BEGIN DATA FOR THIS EXERCISE

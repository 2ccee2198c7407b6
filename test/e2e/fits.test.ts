/**
 * The Characteristics view in real headless Chromium (browser host), as an engineer reads it after a
 * session: CLmax with its method and standard uncertainty, a run that never stalls saying why it has no
 * CLmax, a run with a return sweep showing both branches and its hysteresis loop, the uncertainty's
 * random and systematic parts on hover, and nothing wider than a 1024×700 window. The two extra runs are
 * made from the invented sample run 101 (cut before the stall; swept back down with lower lift between
 * 10.5° and 13.5°). Screenshots at 1024×700 and 1400×900 go to test-artifacts/.
 */
import { mkdtempSync, readFileSync, rmSync, writeFileSync } from 'node:fs';
import { tmpdir } from 'node:os';
import { join } from 'node:path';
import type { Page } from 'playwright-core';
import { afterAll, beforeAll, describe, expect, it } from 'vitest';
import { ARTIFACTS, browserAvailable, openSession, ROOT, type Session, waitReady, UNCERTAINTY } from './browserSetup.ts';
import { overflowOf, SAMPLE_RUNS, showView } from './screenshots.ts';

const SAMPLES = join(ROOT, 'sample-runs');

/** Run 101 cut after α = 10°, where CL is still rising: no stall in the file. */
function noStallRun(): string {
  const lines = readFileSync(join(SAMPLES, 'run-101-clean.csv'), 'utf8').replace('# run: 101', '# run: 107').trimEnd().split('\n');
  const header = lines.findIndex((l) => l.startsWith('alpha'));
  return [...lines.slice(0, header + 1), ...lines.slice(header + 1).filter((l) => Number(l.split(',')[0]) < 10.5)].join('\n') + '\n';
}

/** Run 101 swept up and back down; on the way down the flow reattaches late: 10 N less lift between 10.5° and 13.5°. */
function returnSweepRun(): string {
  const lines = readFileSync(join(SAMPLES, 'run-101-clean.csv'), 'utf8').replace('# run: 101', '# run: 108').trimEnd().split('\n');
  const header = lines.findIndex((l) => l.startsWith('alpha'));
  const up = lines.slice(header + 1);
  const down = up
    .slice(0, -1)
    .reverse()
    .map((l) => {
      const c = l.split(',');
      const a = Number(c[0]) + 0.03;
      c[0] = a.toFixed(3);
      if (a > 10.5 && a < 13.5) c[5] = (Number(c[5]) - 10).toFixed(3);
      return c.join(',');
    });
  return [...lines.slice(0, header + 1), ...up, ...down].join('\n') + '\n';
}

const run = browserAvailable() ? describe : describe.skip;

run('the Characteristics view in a real browser', () => {
  let s: Session;
  let page: Page;
  let work: string;

  /** The cell of one characteristic for one run (columns follow the header's run labels). */
  async function cell(key: string, runLabel: string) {
    const heads = await page.locator('.fits-table thead th').allTextContents();
    const col = heads.findIndex((h) => h.trim().startsWith(runLabel));
    expect(col, `column of run ${runLabel}`).toBeGreaterThan(1);
    return page.locator(`.fits-table tr[data-fit="${key}"] td`).nth(col - 1);
  }

  beforeAll(async () => {
    work = mkdtempSync(join(tmpdir(), 'sweepbook-e2e-fits-'));
    s = await openSession();
    page = s.page;
    await page.setViewportSize({ width: 1024, height: 700 });
    await page.goto(s.server.url);
    for (const f of SAMPLE_RUNS) await waitReady(page, f);
    const files = [
      ['run-107-no-stall.csv', noStallRun()],
      ['run-108-return-sweep.csv', returnSweepRun()],
    ].map(([name, text]) => {
      const f = join(work, name!);
      writeFileSync(f, text!);
      return f;
    });
    const [chooser] = await Promise.all([page.waitForEvent('filechooser'), page.getByRole('button', { name: 'Import runs…' }).click()]);
    await chooser.setFiles(files);
    const strip = page.getByRole('region', { name: 'Setup and tare of imported runs' });
    await strip.locator('tr[data-import="run-108-return-sweep.csv"]').waitFor({ timeout: 60_000 });
    await strip.locator('tr[data-import="run-107-no-stall.csv"]').waitFor({ timeout: 60_000 });
    // both made runs belong to the 3D wing's setup and tare, chosen explicitly
    for (const r of ['107', '108']) {
      await strip.getByLabel(`Setup for ${r}`).selectOption('KM-7 wing');
      await strip.getByLabel(`Tare for ${r}`).selectOption('windoff-tare.csv');
    }
    await strip.getByRole('button', { name: 'Use these' }).click();
    await waitReady(page, 'run-107-no-stall.csv');
    await waitReady(page, 'run-108-return-sweep.csv');
    // instrument uncertainties in the setup: every fit then carries a standard uncertainty with a systematic part
    await showView(page, 'Setup');
    for (const [key, value] of Object.entries(UNCERTAINTY)) await page.locator(`#setup-uncertainty-${key}`).fill(value);
    await page.getByRole('button', { name: /^Apply to \d+ runs/ }).click();
    await page.waitForTimeout(500);
    for (const f of [...SAMPLE_RUNS, 'run-107-no-stall.csv', 'run-108-return-sweep.csv']) await waitReady(page, f);
    await showView(page, 'Characteristics');
    await page.locator('.fits-table tr[data-fit="cl_max"]').waitFor();
  }, 240_000);

  afterAll(async () => {
    await s?.close();
    if (work) rmSync(work, { recursive: true, force: true });
  });

  it('shows CLmax ± its standard uncertainty and the method, with random and systematic parts on hover', async () => {
    const c = await cell('cl_max', '101');
    expect(await c.locator('.val').textContent()).toMatch(/^0\.8\d+ ± 0\.00\d\d$/);
    expect(await c.locator('.how').textContent()).toBe('parabola through the peak');
    expect(await c.getAttribute('title')).toMatch(
      /^CLmax is the vertex of the parabola through the highest point and its two neighbours\nu = 0\.00\d+ \(standard uncertainty, k = 1\); random /,
    );
    const slope = await cell('cl_alpha_per_deg', '101');
    expect(await slope.locator('.val').textContent()).toMatch(/^0\.06\d+ ± 0\.000\d\d$/);
    const hover = (await slope.getAttribute('title')) ?? '';
    expect(hover).toMatch(/^u = 0\.000\d+ \(standard uncertainty, k = 1\); random 0\.000\d+ \(standard error of the fit\); systematic 0\.000\d+: /);
    expect(hover).toContain('reference area');
    const range = await cell('linear_range_deg', '101');
    expect(await range.locator('.how').textContent()).toMatch(/^\d+ points, from the scatter$/);
    expect(await range.getAttribute('title')).toMatch(
      /^\d+ points; found from the data: points within ±0\.\d{4} in CL of the line, a tolerance from the run's own scatter \(scatter σ of CL 0\.\d{4}\)$/,
    );
  });

  it('says in words why a run that never stalls has no CLmax', async () => {
    const c = await cell('cl_max', '107');
    expect(await c.locator('.val').textContent()).toBe('—');
    // in a few words in the cell, in full on hover
    expect(await c.locator('.why').textContent()).toBe('not reached (CL still rising)');
    expect(await c.getAttribute('title')).toMatch(
      /^not reached: CL is still rising at the highest angle of the sweep \(α = 1\d\.\d\d°\); the sweep stops before the stall$/,
    );
    expect(await (await cell('alpha_cl_max_deg', '107')).locator('.why').textContent()).toBe('not reached (CL still rising)');
  });

  it('lists the sweep branches of a run with a return sweep, the fitted one marked, and its hysteresis loop', async () => {
    const branches = page.locator('tbody[data-branches="run-108-return-sweep.csv"] tr');
    expect(await branches.count()).toBe(2);
    expect(await branches.nth(0).textContent()).toContain('α rising');
    expect(await branches.nth(1).textContent()).toContain('α falling');
    expect(await branches.nth(0).locator('.tag').textContent()).toBe('fitted');
    expect(await branches.nth(1).locator('.tag').count()).toBe(0);
    // the single sweeps have one row each
    expect(await page.locator('tbody[data-branches="run-101-clean.csv"] tr').count()).toBe(1);
    expect(await page.locator('details.branches').getAttribute('open')).not.toBeNull();
    expect(await (await cell('branch', '108')).locator('.val').textContent()).toBe('1 of 2 (α rising)');
    expect(await (await cell('hysteresis_alpha_range_deg', '108')).locator('.val').textContent()).toMatch(/^1\d\.\d\d to 1\d\.\d\d$/);
    expect(await (await cell('hysteresis_max_delta_cl', '108')).locator('.how').textContent()).toMatch(/^at α = 1\d\.\d\d°$/);
    expect(await (await cell('hysteresis_alpha_range_deg', '101')).locator('.why').textContent()).toBe('single sweep');
    // a branch without CLmax says why in a few words, at length on hover
    const b107 = page.locator('tbody[data-branches="run-107-no-stall.csv"] td.missing');
    expect(await b107.locator('.why').textContent()).toBe('not reached (CL still rising)');
    expect(await b107.getAttribute('title')).toMatch(/^not reached: CL is still rising/);
  });

  it('prints the characteristics with their uncertainty and method, and the branches of a return sweep', async () => {
    await page.locator('tbody[data-run="run-108-return-sweep.csv"] .run-row .run-name').click();
    await page.emulateMedia({ media: 'print' });
    try {
      const sheet = page.locator('.print-summary');
      await sheet.waitFor();
      expect(await sheet.locator('h1').textContent()).toContain('Run 108');
      const clmax = await sheet.locator('[data-fit="cl_max"]').textContent();
      expect(clmax).toMatch(/Maximum lift CLmax \(parabola through the peak\)\s*0\.8\d+ ± 0\.00\d\d/);
      expect(await sheet.locator('table.branches tbody tr').count()).toBe(2);
      expect(await sheet.locator('table.branches tbody tr').first().textContent()).toContain('1 of 2 (fitted)');
      expect(await sheet.locator('table.points thead').textContent()).toContain('Re [10⁶]');
      await page.screenshot({ path: join(ARTIFACTS, 'fits-print-summary.png'), fullPage: true });
    } finally {
      await page.emulateMedia({ media: 'screen' });
    }
    // a single sweep of 15 points still prints on one A4 page with its uncertainties and notes
    await page.locator('tbody[data-run="run-101-clean.csv"] .run-row .run-name').click();
    await page.emulateMedia({ media: 'print' });
    try {
      await expect.poll(() => page.locator('.print-summary h1').textContent()).toContain('Run 101');
      await page.screenshot({ path: join(ARTIFACTS, 'fits-print-summary-101.png'), fullPage: true });
      const pdf = await page.pdf({ format: 'A4' });
      expect((pdf.toString('latin1').match(/\/Type\s*\/Page[^s]/g) ?? []).length).toBe(1);
    } finally {
      await page.emulateMedia({ media: 'screen' });
    }
    await showView(page, 'Characteristics');
  });

  it('writes the point table with units in every header, symbols for the blockage terms, and values rounded to their uncertainty', async () => {
    await page.locator('tbody[data-run="run-101-clean.csv"] .run-row .run-name').click();
    await showView(page, 'Run detail');
    const table = page.getByRole('table', { name: 'Points of run 101' });
    const heads = (await table.locator('thead tr').nth(1).locator('th').allTextContents()).map((h) => h.trim());
    expect(heads.slice(0, 11)).toEqual(['point', 'samples', 'α [deg]', 'CL [–]', 'CD [–]', 'Cm [–]', 'L/D [–]', 'q [Pa]', 'V [m/s]', 'Mach [–]', 'Re [10⁶]']);
    expect(heads).toEqual(expect.arrayContaining(['u(CL) [–]', 'u(α) [deg]', 'ε_sb [–]', 'ε_wb [–]', 'T₀ [°C]']));
    const cells = (await table.locator('tbody tr').first().locator('td').allTextContents()).map((c) => c.trim());
    // CL to the place of u(CL)'s second significant digit (GUM §7.2.6): u(CL) "0.0034" → CL with 4 decimals
    const uCl = cells[heads.indexOf('u(CL) [–]')]!;
    expect(uCl).toMatch(/^0\.00\d\d$/);
    expect(cells[heads.indexOf('CL [–]')]).toMatch(/^-?\d\.\d{4}$/);
    for (const c of cells) expect(c).not.toContain('\u2212');
    expect(await overflowOf(page)).toBe(0);
    await page.screenshot({ path: join(ARTIFACTS, 'fits-point-table-1024x700.png') });
    await showView(page, 'Characteristics');
  });

  it('fits 1024×700 without sideways scrolling (the wide table scrolls in its own box), and at 1400×900', async () => {
    expect(await overflowOf(page)).toBe(0);
    const wrap = page.locator('.fits-view .table-wrap').first();
    const box = (await wrap.boundingBox())!;
    expect(box.x + box.width).toBeLessThanOrEqual(1024);
    await page.screenshot({ path: join(ARTIFACTS, 'fits-1024x700.png') });
    await page.locator('details.branches').scrollIntoViewIfNeeded();
    await page.screenshot({ path: join(ARTIFACTS, 'fits-branches-1024x700.png') });
    await page.setViewportSize({ width: 1400, height: 900 });
    await page.waitForTimeout(300);
    expect(await overflowOf(page)).toBe(0);
    await page.locator('.fits-table').scrollIntoViewIfNeeded();
    await page.screenshot({ path: join(ARTIFACTS, 'fits-1400x900.png') });
    await page.locator('details.branches').scrollIntoViewIfNeeded();
    await page.screenshot({ path: join(ARTIFACTS, 'fits-branches-1400x900.png') });
    await page.setViewportSize({ width: 1024, height: 700 });
  });
});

END DATA FOR THIS EXERCISE

▶ REQUIRED WORK
Go through the material above and output exactly the lines from the one containing "run labels). */" through the one containing "await page.waitForTimeout(500);".

▶ PROBLEM SOLUTION
  /** The cell of one characteristic for one run (columns follow the header's run labels). */
  async function cell(key: string, runLabel: string) {
    const heads = await page.locator('.fits-table thead th').allTextContents();
    const col = heads.findIndex((h) => h.trim().startsWith(runLabel));
    expect(col, `column of run ${runLabel}`).toBeGreaterThan(1);
    return page.locator(`.fits-table tr[data-fit="${key}"] td`).nth(col - 1);
  }

  beforeAll(async () => {
    work = mkdtempSync(join(tmpdir(), 'sweepbook-e2e-fits-'));
    s = await openSession();
    page = s.page;
    await page.setViewportSize({ width: 1024, height: 700 });
    await page.goto(s.server.url);
    for (const f of SAMPLE_RUNS) await waitReady(page, f);
    const files = [
      ['run-107-no-stall.csv', noStallRun()],
      ['run-108-return-sweep.csv', returnSweepRun()],
    ].map(([name, text]) => {
      const f = join(work, name!);
      writeFileSync(f, text!);
      return f;
    });
    const [chooser] = await Promise.all([page.waitForEvent('filechooser'), page.getByRole('button', { name: 'Import runs…' }).click()]);
    await chooser.setFiles(files);
    const strip = page.getByRole('region', { name: 'Setup and tare of imported runs' });
    await strip.locator('tr[data-import="run-108-return-sweep.csv"]').waitFor({ timeout: 60_000 });
    await strip.locator('tr[data-import="run-107-no-stall.csv"]').waitFor({ timeout: 60_000 });
    // both made runs belong to the 3D wing's setup and tare, chosen explicitly
    for (const r of ['107', '108']) {
      await strip.getByLabel(`Setup for ${r}`).selectOption('KM-7 wing');
      await strip.getByLabel(`Tare for ${r}`).selectOption('windoff-tare.csv');
    }
    await strip.getByRole('button', { name: 'Use these' }).click();
    await waitReady(page, 'run-107-no-stall.csv');
    await waitReady(page, 'run-108-return-sweep.csv');
    // instrument uncertainties in the setup: every fit then carries a standard uncertainty with a systematic part
    await showView(page, 'Setup');
    for (const [key, value] of Object.entries(UNCERTAINTY)) await page.locator(`#setup-uncertainty-${key}`).fill(value);
    await page.getByRole('button', { name: /^Apply to \d+ runs/ }).click();
    await page.waitForTimeout(500);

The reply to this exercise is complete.